# [WHAT YOU HAVE TO DO]
If a line in the entries below includes the string "defs", copy it out.

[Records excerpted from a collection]
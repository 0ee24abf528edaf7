package config

import (
	"bytes"
	"encoding/json"
	"reflect"
	"strings"

	"github.com/invopop/jsonschema"
)

// Schema returns the JSON Schema of the project file (draft 2020-12), made
// from the same types that read it. Units, ranges and contradictions are
// beyond it: check reports those.
func Schema() []byte {
	r := &jsonschema.Reflector{
		Anonymous: true, RequiredFromJSONSchemaTags: true, ExpandedStruct: true,
		Namer: definition,
		Mapper: func(t reflect.Type) *jsonschema.Schema {
			if isNumeric(t) {
				return reflect.Zero(t).Interface().(interface{ form() form }).form().schema()
			}
			return nil
		},
	}
	s := r.Reflect(&fileProject{})
	s.Title = "project file"
	s.Description = "a road segment: alignment, grade line, typical sections, ground, soils, prices, structures"
	loosen(s)
	var out bytes.Buffer
	e := json.NewEncoder(&out)
	e.SetEscapeHTML(false)
	e.SetIndent("", "  ")
	if err := e.Encode(s); err != nil {
		panic("config: schema: " + err.Error()) // it holds nothing that cannot be written
	}
	return out.Bytes()
}

// definition names a type in the schema by its table; a number has a name of
// its own, since rate is both a table and a number. Types without a name (lists,
// pointers) keep none and are written out where they stand.
func definition(t reflect.Type) string {
	if t.Name() == "" {
		return ""
	}
	if name, found := strings.CutPrefix(t.Name(), "file"); found {
		return strings.ToLower(name)
	}
	return "number_" + strings.ToLower(t.Name())
}

// loosen gives the tables of an alternative copies that require nothing: they
// merge by key with the base, which has the rest.
func loosen(s *jsonschema.Schema) {
	alternative := s.Definitions[definition(reflect.TypeFor[fileAlternative]())]
	for pair := alternative.Properties.Oldest(); pair != nil; pair = pair.Next() {
		name, found := strings.CutPrefix(pair.Value.Ref, "#/$defs/")
		if !found {
			continue
		}
		loose := *s.Definitions[name]
		loose.Required = nil
		s.Definitions["alternative_"+name] = &loose
		pair.Value.Ref = "#/$defs/alternative_" + name
	}
}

# [RESULT BELOW]
		name, found := strings.CutPrefix(pair.Value.Ref, "#/$defs/")
		pair.Value.Ref = "#/$defs/alternative_" + name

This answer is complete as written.